WORK TO BE COMPLETED: Exactly as given, output all the records that follow.

═════ LISTED RECORDS ═════

# --------------------------------------------------------------------------- section
class CrossSectionView(widgets.VBox):
    """The scene to scale: layers coloured by wetness, ground, people, debris, antenna."""

    def __init__(self, height_px: int = 300, **kwargs: Any) -> None:
        self._draws = 0
        self._scenario = None
        self._pick = None
        self.x_scale = bqplot.LinearScale()
        self.z_scale = bqplot.LinearScale(reverse=True)
        sc = {"x": self.x_scale, "y": self.z_scale}
        self.layers = bqplot.Lines(x=np.zeros((1, 2)), y=np.zeros((1, 2)), scales=sc,
                                   fill="inside", colors=["#b0b0b0"], fill_opacities=[1.0],
                                   stroke_width=0.5, close_path=True)
        self.ground = bqplot.Lines(x=np.zeros(2), y=np.zeros(2), scales=sc, fill="inside",
                                   colors=["#333333"], fill_colors=[_SOIL_COLOUR],
                                   close_path=True, stroke_width=0.5)
        self.bodies = bqplot.Lines(x=np.zeros((1, 2)), y=np.zeros((1, 2)), scales=sc,
                                   fill="inside", colors=["#222222"],
                                   fill_colors=[_PERSON_COLOUR], close_path=True,
                                   stroke_width=1)
        self.antenna_path = bqplot.Lines(x=np.zeros(2), y=np.zeros(2), scales=sc,
                                         colors=["#444444"], line_style="dashed")
        self.antenna = bqplot.Scatter(x=np.zeros(1), y=np.zeros(1), scales=sc,
                                      marker="triangle-down", colors=["#e0119d"],
                                      default_size=80, visible=False)
        self.rays = bqplot.Lines(x=np.zeros((1, 2)), y=np.zeros((1, 2)), scales=sc,
                                 colors=["#e0119d"], stroke_width=1.2, visible=False)
        self.labels = bqplot.Label(x=[0.0], y=[0.0], text=[""], scales=sc, font_weight="normal",
                                   default_size=11, colors=["#222222"], y_offset=-8)
        axes = [bqplot.Axis(scale=self.x_scale, label="position along line (m)",
                            grid_lines="none"),
                bqplot.Axis(scale=self.z_scale, side="left", label="depth below surface (m)",
                            label_offset="45px", grid_lines="none")]
        self.figure = bqplot.Figure(
            marks=[self.layers, self.ground, self.bodies, self.antenna_path, self.rays,
                   self.antenna, self.labels], axes=axes, padding_x=0.0, padding_y=0.0,
            fig_margin={"top": 10, "bottom": 45, "left": 70, "right": 20},
            layout=widgets.Layout(width="100%", height=f"{int(height_px)}px"))
        # width "auto": a checkbox's default width cuts its description at 1280 px
        self.show_rays = widgets.Checkbox(value=False, indent=False,
                                          description="ray paths to each person",
                                          layout=widgets.Layout(width="auto"))
        self.true_shape = widgets.Checkbox(value=False, indent=False,
                                           description="same scale across and down",
                                           layout=widgets.Layout(width="auto"))
        self.show_rays.observe(lambda _: self._draw_rays(), names="value")
        self.true_shape.observe(lambda _: self._aspect(), names="value")
        self.legend = widgets.HTML(value=self._legend_html())
        super().__init__(children=[
            widgets.HBox([self.show_rays, self.true_shape]), self.figure, self.legend],
            **kwargs)

    @property
    def draws(self) -> int:
        """Number of scene redraws."""
        return self._draws

    @staticmethod
    def _legend_html() -> str:
        swatches = [(wetness_colour(0.0), "dry snow"), (wetness_colour(6.0), "6 % water"),
                    (wetness_colour(12.0), "12 % water"), (_CRUST_COLOUR, "ice crust"),
                    (_PERSON_COLOUR, "person"), (_SOIL_COLOUR, "soil"), (_ROCK_COLOUR, "rock")]
        cells = "".join(
            f"<span style='display:inline-block;width:12px;height:12px;background:{c};"
            f"border:1px solid #888;margin:0 3px 0 10px'></span>{html.escape(t)}"
            for c, t in swatches)
        return f"<small>{cells}; dashed line: antenna path</small>"

    def update(self, scenario: Any) -> None:
        """Redraw the scene of ``scenario``."""
        self._scenario = scenario
        s, snow = scenario.survey, scenario.snowpack
        h = scenario.radar.antenna_height_m
        targets = list(scenario.targets)
        x_lo = min([s.start_m] + [t.position_m - 1.0 for t in targets])
        x_hi = max([s.end_m] + [t.position_m + 1.0 for t in targets])
        depth = snow.depth_m
        tops = np.concatenate([[0.0], snow.interfaces_m[:-1]])
        polys = [(np.array([x_lo, x_hi, x_hi, x_lo]), np.array([t, t, t + la.thickness_m,
                                                               t + la.thickness_m]))
                 for t, la in zip(tops, snow.layers, strict=True)]
        lx, lz = _stack(polys)
        g_colour = _SOIL_COLOUR if scenario.ground.kind == "soil" else _ROCK_COLOUR
        bx, bz = _stack([kind_of(t).outline(t) for t in targets])
        colours = [_KIND_COLOURS.get(t.kind, "#333") for t in targets] or [_PERSON_COLOUR]
        with self.figure.hold_sync():
            with self.layers.hold_sync():
                self.layers.x, self.layers.y = as_f32(lx), as_f32(lz)
                self.layers.fill_colors = [wetness_colour(la.lwc_percent, la.ice_crust)
                                           for la in snow.layers]
                self.layers.colors = ["#9aa5b1"] * len(snow.layers)
                self.layers.fill_opacities = [1.0] * len(snow.layers)
            g_bottom = depth + _GROUND_SHOWN_M
            with self.ground.hold_sync():
                self.ground.x = as_f32([x_lo, x_hi, x_hi, x_lo])
                self.ground.y = as_f32([depth, depth, g_bottom, g_bottom])
                self.ground.fill_colors = [g_colour]
            with self.bodies.hold_sync():
                self.bodies.x, self.bodies.y = as_f32(bx), as_f32(bz)
                self.bodies.fill_colors = colours
                self.bodies.colors = ["#222222"] * len(colours)
            with self.antenna_path.hold_sync():
                self.antenna_path.x = as_f32([s.start_m, s.end_m])
                self.antenna_path.y = as_f32([-h, -h])
            with self.labels.hold_sync():
                self.labels.x = as_f32([t.position_m for t in targets] or [x_lo])
                self.labels.y = as_f32([t.depth_m for t in targets] or [-h])
                self.labels.text = [getattr(t, "label", "") or t.kind for t in targets] or [""]
            self.x_scale.min, self.x_scale.max = float(x_lo), float(x_hi)
            self.z_scale.min, self.z_scale.max = float(-h - 0.1), float(g_bottom)
        self._aspect()
        self._draw_pick()
        self._draw_rays()
        self._draws += 1

    def set_pick(self, position_m: float | None) -> None:
        """Mark the antenna at the picked trace position (None hides the marker)."""
        self._pick = position_m
        self._draw_pick()
        self._draw_rays()

    def _aspect(self) -> None:
        sc = self._scenario
        if sc is None:
            return
        if self.true_shape.value:
            width = self.x_scale.max - self.x_scale.min
            height = self.z_scale.min - self.z_scale.max
            lo = hi = abs(width / height) if height else 1.0
        else:
            lo, hi = 0.01, 100.0
        # both bounds at once: bqplot refuses min > max in between (a wider scene after a
        # narrower one raised TraitError)
        with self.figure.hold_trait_notifications():
            self.figure.min_aspect_ratio, self.figure.max_aspect_ratio = lo, hi

    def _draw_pick(self) -> None:
        sc = self._scenario
        if sc is None or self._pick is None:
            self.antenna.visible = False
            return
        with self.antenna.hold_sync():
            self.antenna.x = as_f32([self._pick])
            self.antenna.y = as_f32([-sc.radar.antenna_height_m])
            self.antenna.visible = True

    def _draw_rays(self) -> None:
        sc = self._scenario
        persons = [] if sc is None else list(sc.persons)
        if not (self.show_rays.value and persons and self._pick is not None):
            self.rays.visible = False
            return
        rx, rz = _stack([ray_polyline(sc, self._pick, p) for p in persons])
        with self.rays.hold_sync():
            self.rays.x, self.rays.y = as_f32(rx), as_f32(rz)
            self.rays.visible = True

═════

RESPONSE FOR THIS EXERCISE:
# --------------------------------------------------------------------------- section
class CrossSectionView(widgets.VBox):
    """The scene to scale: layers coloured by wetness, ground, people, debris, antenna."""

    def __init__(self, height_px: int = 300, **kwargs: Any) -> None:
        self._draws = 0
        self._scenario = None
        self._pick = None
        self.x_scale = bqplot.LinearScale()
        self.z_scale = bqplot.LinearScale(reverse=True)
        sc = {"x": self.x_scale, "y": self.z_scale}
        self.layers = bqplot.Lines(x=np.zeros((1, 2)), y=np.zeros((1, 2)), scales=sc,
                                   fill="inside", colors=["#b0b0b0"], fill_opacities=[1.0],
                                   stroke_width=0.5, close_path=True)
        self.ground = bqplot.Lines(x=np.zeros(2), y=np.zeros(2), scales=sc, fill="inside",
                                   colors=["#333333"], fill_colors=[_SOIL_COLOUR],
                                   close_path=True, stroke_width=0.5)
        self.bodies = bqplot.Lines(x=np.zeros((1, 2)), y=np.zeros((1, 2)), scales=sc,
                                   fill="inside", colors=["#222222"],
                                   fill_colors=[_PERSON_COLOUR], close_path=True,
                                   stroke_width=1)
        self.antenna_path = bqplot.Lines(x=np.zeros(2), y=np.zeros(2), scales=sc,
                                         colors=["#444444"], line_style="dashed")
        self.antenna = bqplot.Scatter(x=np.zeros(1), y=np.zeros(1), scales=sc,
                                      marker="triangle-down", colors=["#e0119d"],
                                      default_size=80, visible=False)
        self.rays = bqplot.Lines(x=np.zeros((1, 2)), y=np.zeros((1, 2)), scales=sc,
                                 colors=["#e0119d"], stroke_width=1.2, visible=False)
        self.labels = bqplot.Label(x=[0.0], y=[0.0], text=[""], scales=sc, font_weight="normal",
                                   default_size=11, colors=["#222222"], y_offset=-8)
        axes = [bqplot.Axis(scale=self.x_scale, label="position along line (m)",
                            grid_lines="none"),
                bqplot.Axis(scale=self.z_scale, side="left", label="depth below surface (m)",
                            label_offset="45px", grid_lines="none")]
        self.figure = bqplot.Figure(
            marks=[self.layers, self.ground, self.bodies, self.antenna_path, self.rays,
                   self.antenna, self.labels], axes=axes, padding_x=0.0, padding_y=0.0,
            fig_margin={"top": 10, "bottom": 45, "left": 70, "right": 20},
            layout=widgets.Layout(width="100%", height=f"{int(height_px)}px"))
        # width "auto": a checkbox's default width cuts its description at 1280 px
        self.show_rays = widgets.Checkbox(value=False, indent=False,
                                          description="ray paths to each person",
                                          layout=widgets.Layout(width="auto"))
        self.true_shape = widgets.Checkbox(value=False, indent=False,
                                           description="same scale across and down",
                                           layout=widgets.Layout(width="auto"))
        self.show_rays.observe(lambda _: self._draw_rays(), names="value")
        self.true_shape.observe(lambda _: self._aspect(), names="value")
        self.legend = widgets.HTML(value=self._legend_html())
        super().__init__(children=[
            widgets.HBox([self.show_rays, self.true_shape]), self.figure, self.legend],
            **kwargs)

    @property
    def draws(self) -> int:
        """Number of scene redraws."""
        return self._draws

    @staticmethod
    def _legend_html() -> str:
        swatches = [(wetness_colour(0.0), "dry snow"), (wetness_colour(6.0), "6 % water"),
                    (wetness_colour(12.0), "12 % water"), (_CRUST_COLOUR, "ice crust"),
                    (_PERSON_COLOUR, "person"), (_SOIL_COLOUR, "soil"), (_ROCK_COLOUR, "rock")]
        cells = "".join(
            f"<span style='display:inline-block;width:12px;height:12px;background:{c};"
            f"border:1px solid #888;margin:0 3px 0 10px'></span>{html.escape(t)}"
            for c, t in swatches)
        return f"<small>{cells}; dashed line: antenna path</small>"

    def update(self, scenario: Any) -> None:
        """Redraw the scene of ``scenario``."""
        self._scenario = scenario
        s, snow = scenario.survey, scenario.snowpack
        h = scenario.radar.antenna_height_m
        targets = list(scenario.targets)
        x_lo = min([s.start_m] + [t.position_m - 1.0 for t in targets])
        x_hi = max([s.end_m] + [t.position_m + 1.0 for t in targets])
        depth = snow.depth_m
        tops = np.concatenate([[0.0], snow.interfaces_m[:-1]])
        polys = [(np.array([x_lo, x_hi, x_hi, x_lo]), np.array([t, t, t + la.thickness_m,
                                                               t + la.thickness_m]))
                 for t, la in zip(tops, snow.layers, strict=True)]
        lx, lz = _stack(polys)
        g_colour = _SOIL_COLOUR if scenario.ground.kind == "soil" else _ROCK_COLOUR
        bx, bz = _stack([kind_of(t).outline(t) for t in targets])
        colours = [_KIND_COLOURS.get(t.kind, "#333") for t in targets] or [_PERSON_COLOUR]
        with self.figure.hold_sync():
            with self.layers.hold_sync():
                self.layers.x, self.layers.y = as_f32(lx), as_f32(lz)
                self.layers.fill_colors = [wetness_colour(la.lwc_percent, la.ice_crust)
                                           for la in snow.layers]
                self.layers.colors = ["#9aa5b1"] * len(snow.layers)
                self.layers.fill_opacities = [1.0] * len(snow.layers)
            g_bottom = depth + _GROUND_SHOWN_M
            with self.ground.hold_sync():
                self.ground.x = as_f32([x_lo, x_hi, x_hi, x_lo])
                self.ground.y = as_f32([depth, depth, g_bottom, g_bottom])
                self.ground.fill_colors = [g_colour]
            with self.bodies.hold_sync():
                self.bodies.x, self.bodies.y = as_f32(bx), as_f32(bz)
                self.bodies.fill_colors = colours
                self.bodies.colors = ["#222222"] * len(colours)
            with self.antenna_path.hold_sync():
                self.antenna_path.x = as_f32([s.start_m, s.end_m])
                self.antenna_path.y = as_f32([-h, -h])
            with self.labels.hold_sync():
                self.labels.x = as_f32([t.position_m for t in targets] or [x_lo])
                self.labels.y = as_f32([t.depth_m for t in targets] or [-h])
                self.labels.text = [getattr(t, "label", "") or t.kind for t in targets] or [""]
            self.x_scale.min, self.x_scale.max = float(x_lo), float(x_hi)
            self.z_scale.min, self.z_scale.max = float(-h - 0.1), float(g_bottom)
        self._aspect()
        self._draw_pick()
        self._draw_rays()
        self._draws += 1

    def set_pick(self, position_m: float | None) -> None:
        """Mark the antenna at the picked trace position (None hides the marker)."""
        self._pick = position_m
        self._draw_pick()
        self._draw_rays()

    def _aspect(self) -> None:
        sc = self._scenario
        if sc is None:
            return
        if self.true_shape.value:
            width = self.x_scale.max - self.x_scale.min
            height = self.z_scale.min - self.z_scale.max
            lo = hi = abs(width / height) if height else 1.0
        else:
            lo, hi = 0.01, 100.0
        # both bounds at once: bqplot refuses min > max in between (a wider scene after a
        # narrower one raised TraitError)
        with self.figure.hold_trait_notifications():
            self.figure.min_aspect_ratio, self.figure.max_aspect_ratio = lo, hi

    def _draw_pick(self) -> None:
        sc = self._scenario
        if sc is None or self._pick is None:
            self.antenna.visible = False
            return
        with self.antenna.hold_sync():
            self.antenna.x = as_f32([self._pick])
            self.antenna.y = as_f32([-sc.radar.antenna_height_m])
            self.antenna.visible = True

    def _draw_rays(self) -> None:
        sc = self._scenario
        persons = [] if sc is None else list(sc.persons)
        if not (self.show_rays.value and persons and self._pick is not None):
            self.rays.visible = False
            return
        rx, rz = _stack([ray_polyline(sc, self._pick, p) for p in persons])
        with self.rays.hold_sync():
            self.rays.x, self.rays.y = as_f32(rx), as_f32(rz)
            self.rays.visible = True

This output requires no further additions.